Lyapunov-Based Stabilization and Control of Closed Quantum Systems

TL;DR

This paper introduces a Lyapunov-based control method for stabilizing closed quantum systems, utilizing a novel quantum Lyapunov function that enhances control design and improves stabilization performance.

Contribution

It proposes a new quantum Lyapunov function with additional degrees of freedom and analyzes stabilization under different operator commutation scenarios, advancing quantum control techniques.

Findings

Enhanced stabilization of quantum systems demonstrated.

Significant improvement in invariant state trajectories.

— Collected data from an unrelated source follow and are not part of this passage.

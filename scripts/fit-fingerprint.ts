// Prints a SHA-256 of every number fitLeastSquares returns on the NIST StRD
// linear sets and on synthetic weighted, aliased and wide designs, so that a
// change to the fit's kernels can be checked bit-for-bit against the previous
// commit (run it on both, diff the output). Usage: npx tsx scripts/fit-fingerprint.ts

import { createHash } from 'node:crypto';
import { fitLeastSquares } from '../src/core/fit/index.ts';
import { buildDesign } from '../src/core/design/index.ts';
import type { Columns } from '../src/core/types.ts';
import { STRD_FILES, loadStrd, strdDesign } from '../test/reference/nist/strd.ts';

function digest(value: unknown): string {
  const json = JSON.stringify(value, (_k, v) =>
    v instanceof Float64Array ? Array.from(v) : v instanceof Map ? [...v] : v);
  return createHash('sha256').update(json).digest('hex').slice(0, 16);
}

let seed = 20261202;
const uniform = () => ((seed = (Math.imul(seed, 1103515245) + 12345) >>> 0) / 4294967296);

function synthetic(rows: number, p: number, aliasedCopy: boolean) {
  const names = Array.from({ length: p }, (_, j) => `x${j}`);
  const columns: Record<string, number[]> = {};
  for (const name of names) columns[name] = Array.from({ length: rows }, () => 10 * (uniform() - 0.3));
  if (aliasedCopy) columns[names[p - 1]] = columns[names[0]].map((v, i) => 2 * v - columns[names[1]][i]);
  const y = Float64Array.from({ length: rows }, (_, i) =>
    names.reduce((s, name, j) => s + (j - p / 2) * 0.1 * columns[name][i], 3) + (uniform() - 0.5));
  const built = buildDesign(columns as Columns, names, true, Array.from({ length: rows }, (_, i) => i));
  if ('issues' in built) throw new Error('synthetic design failed');
  return { design: built.design, y };
}

const lines: string[] = [];
for (const file of STRD_FILES) {
  const { design, y } = strdDesign(loadStrd(file));
  lines.push(`${file} ${digest(fitLeastSquares(design, y))}`);
}
for (const [rows, p, alias] of [[200, 5, false], [3000, 12, true], [20000, 30, false]] as const) {
  const { design, y } = synthetic(rows, p, alias);
  const w = Float64Array.from({ length: rows }, (_, i) => (i % 17 === 0 ? 0 : 0.5 + uniform()));
  lines.push(`synthetic ${rows}x${p}${alias ? ' aliased' : ''} ${digest(fitLeastSquares(design, y))}`);
  lines.push(`synthetic ${rows}x${p}${alias ? ' aliased' : ''} weighted ${digest(fitLeastSquares(design, y, w))}`);
  lines.push(`synthetic ${rows}x${p} no refinement ${digest(fitLeastSquares(design, y, undefined, { maxRefinementSteps: 0 }))}`);
}
console.log(lines.join('\n'));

Potential applications in high-fidelity quantum computing.

Abstract

A Lyapunov-based method is presented for stabilizing and controlling of closed quantum systems. The proposed method is constructed upon a novel quantum Lyapunov function of the system state trajectory tracking error. A positive-definite operator in the Lyapunov function provides additional degrees of freedom for the designer. The stabilization process is analyzed regarding two distinct cases for this operator in terms of its vanishing or non-vanishing commutation with the Hamiltonian operator of the undriven quantum system. To cope with the global phase invariance of quantum states as a result of the quantum projective measurement postulate, equivalence classes of quantum states are defined and used in the proposed Lyapunov-based analysis and design. Results show significant improvement in both the set of stabilizable quantum systems and their invariant sets of state trajectories generated by designed control signals. The proposed method can potentially be applied for high-fidelity quantum control purposes in quantum computing frameworks.